Biaya Iuran BPJS Kesehatan bagi Peserta Pekerja bukan Penerima Upah

Dalam pelaksanaan program BPJS, pemerintah menentukan lebih dari satu kategori peserta mulai dari PNS, TNI , dan Pekerja penerima upah dari perusahaan atau buruh lainnya. Bagi kerabat pekerja penerima upah (bukan pekerja) ada biaya iuran yang harus dibayarkan, bisa dikatakan ini untuk kategori umum.

Adapun perihal Iuran untuk kerabat lain dari pekerja penerima upah (misalnya mempunyai pembantu rumah tangga, atau bisa juga saudara kandung, saudara ipar dan lain lain), peserta pekerja bukan penerima upah dan juga iuran peserta bukan pekerja. Ada macam macam kelas dengan iuran yang berbeda.
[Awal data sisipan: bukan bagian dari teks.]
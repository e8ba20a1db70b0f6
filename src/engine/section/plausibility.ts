import { dimensionFaults } from './dimension-faults';
import { cornerRadii, nominalWall, type SectionDimensions, type TubeStandard } from './dimensions';
import { type SectionProperties, sectionProperties } from './properties';
import { slipCause } from './slip';

/** What a table can say of a section, SI: kg/m, m², m³, m⁴, m⁶. */
export const TABULATED = {
  mass: { power: 0, words: 'mass' },
  area: { power: 2, words: 'area' },
  iMajor: { power: 4, words: 'major second moment' },
  iMinor: { power: 4, words: 'minor second moment' },
  wElMajor: { power: 3, words: 'major elastic modulus' },
  wElMinor: { power: 3, words: 'minor elastic modulus' },
  wPlMajor: { power: 3, words: 'major plastic modulus' },
  wPlMinor: { power: 3, words: 'minor plastic modulus' },
  rMajor: { power: 1, words: 'major radius of gyration' },
  rMinor: { power: 1, words: 'minor radius of gyration' },
  j: { power: 4, words: 'torsion constant' },
  iw: { power: 6, words: 'warping constant' },
} as const;
export type TabulatedName = keyof typeof TABULATED;
export type Tabulated = { readonly [Name in TabulatedName]?: number | undefined };

export type Severity = 'error' | 'warning' | 'note';

/** A value that cannot be right, or is worth a look. `expected` is SI, like the value itself. */
export type Finding = {
  rule: string;
  severity: Severity;
  property: TabulatedName;
  expected: number | null;
  formula: string;
  /** The likely cause in words, where the size of the error tells it. */
  cause: string | null;
};

export type PlausibilityOptions = {
  /** kg/m³ that the masses stand for. */
  density: number;
  /** Half a unit of the last printed digit, SI: 26 lb/ft may be 25.5 to 26.5. */
  rounding?: Tabulated;
  /** Without root radii a tabulated area may lie up to 7 % above the computed one. */
  rootRadiusKnown: boolean;
  /** Flanges whose thickness is a mean: the second moments may differ by twice as much. */
  taperedFlanges?: boolean;
  /** Of a tube: masses to ASTM A500 are those of the nominal wall, areas those of the design wall. */
  tubeStandard?: TubeStandard;
  /** Properties of the dimensions, where the caller has them. */
  computed?: SectionProperties;
};

type Limits = { warning: number; error: number; above?: number };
Baca Juga : Prosedur Cara Pendaftaran BPJS Bagi Peserta Pekerja Penerima Upah

Untuk kelas 1 dengan menggunakan dan memanfaatkan pelayanan dan faskes kelas 1 peserta BPJS harus membayar iuran sebesar Rp. 59.500,- (lima puluh sembilan ribu lima ratus rupiah) per orang per bulan.

Untuk Kelas 2 dengan menggunakan dan memanfaatkan pelayanan dan faskes kelas kelas 2 peserta BPJS harus membayar iuran sebesar Rp. 42.500,- (empat puluh dua ribu lima ratus rupiah) per orang per bulan.

Untuk Kelas 3 dengan menggunakan dan memanfaatkan pelayanan dan faskes kelas 3 peserta BPJS harus membayar iuran sebesar Rp. 25.500,- (dua puluh lima ribu lima ratus rupiah) per orang per bulan.

Baca Juga : Syarat Pendaftaran BPJS Kesehatan untuk Bayi dalam Kandungan

Tentu dengan berbagai macam kelas ini peserta bpjs kesehatan akan memperoleh pelayanan yang berlainan sesuai dengan kelas bpjs yang di ambil waktu melakukan pendaftaran. Layanan kelas 1 lebih lengkap dibandingkan dengan kelas 2 dan juga fasilitas kelas 2 lebih lengkap dari kelas 3. Layanan yang berbeda adalah berkenaan Kamar Inap di Rumah sakit, terkecuali untuk obat tidak tersedia perbedaan.